— STORED DATA —
========================================

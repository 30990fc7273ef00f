"""A spreadsheet's formula taken apart: what it calls, which cells it names, what units it follows.

The formula is tokenised by openpyxl and never executed.
"""

import re
from collections.abc import Callable, Iterator, Mapping
from dataclasses import dataclass, field, replace
from functools import lru_cache
from typing import Any, Final, Literal

from openpyxl.formula import Tokenizer
from openpyxl.formula.tokenizer import Token, TokenizerError

from cellfuncs import units
from cellfuncs.catalogue import CATALOGUE, Argument, Function
from cellfuncs.constants import LIGHT_SPEED
from cellfuncs.errors import InputError
from workbooks.connect import SPELLING
from workbooks.logbook import Area

LONGEST: Final = 32_768
"""Characters of a formula that is still taken apart; spreadsheets allow 8192"""


class NotReadable(ValueError):
    """A formula that is left alone: it is nothing that a spreadsheet would take."""


@dataclass(frozen=True)
class Part:
    """A part of a formula."""

    def parts(self) -> Iterator["Part"]:
        yield self


@dataclass(frozen=True)
class Number(Part):
    value: float


@dataclass(frozen=True)
class Text(Part):
    value: str


@dataclass(frozen=True)
class Reference(Part):
    """A cell or a range; `sheet` is None for the formula's own."""

    sheet: str | None
    area: Area

    @property
    def is_cell(self) -> bool:
        return self.area[:2] == self.area[2:]


@dataclass(frozen=True)
class Named(Part):
    name: str


@dataclass(frozen=True)
class Operation(Part):
    operator: str
    left: Part
    right: Part

    def parts(self) -> Iterator[Part]:
        yield self
        yield from self.left.parts()
        yield from self.right.parts()


@dataclass(frozen=True)
class Signed(Part):
    sign: str
    operand: Part

    def parts(self) -> Iterator[Part]:
        yield self
        yield from self.operand.parts()


@dataclass(frozen=True)
class Called(Part):
    """A function with its arguments, None where one is left out."""

    name: str
    arguments: tuple[Part | None, ...]

    @property
    def ours(self) -> Function | None:
        """The catalogue's function, however a spreadsheet program spells an add-in's names"""
        return CATALOGUE.get(self.name.removeprefix(SPELLING))

    def parts(self) -> Iterator[Part]:
        yield self
        for argument in self.arguments:
            if argument is not None:
                yield from argument.parts()


@dataclass(frozen=True)
class Other(Part):
    """An array, an error value, an area that is computed: nothing to follow"""


# ---- parsing --------------------------------------------------------------------------------

_PRECEDENCE: Final[Mapping[str, int]] = {
    **dict.fromkeys(("=", "<>", "<", ">", "<=", ">="), 1),
    "&": 2,
    **dict.fromkeys("+-", 3),
    **dict.fromkeys("*/", 4),
    "^": 5,
}
_SIGN: Final = 6
"""A sign binds closer than a power: -2^2 is 4 in a cell"""


@lru_cache(maxsize=4096)
def parsed(formula: str) -> Part:
    """Return the formula's parts; raise NotReadable where it is none."""
    if len(formula) > LONGEST:
        raise NotReadable(f"the formula has {len(formula)} characters")
    try:
        tokens = [
            token
            for token in Tokenizer(formula if formula.startswith("=") else f"={formula}").items
            if token.type != Token.WSPACE
        ]
        reader = _Reader(tokens)
        part = reader.expression(0)
    except (TokenizerError, IndexError, RecursionError, ValueError) as error:
        raise NotReadable(str(error)) from None
    if reader.position != len(tokens):
        raise NotReadable("something stands after the formula's end")
    return part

========================================

— WHAT IS NEEDED —
Filter the listing above by the word "units"; copy each line that passes.

— RESULT OF THIS TASK —
"""A spreadsheet's formula taken apart: what it calls, which cells it names, what units it follows.
from cellfuncs import units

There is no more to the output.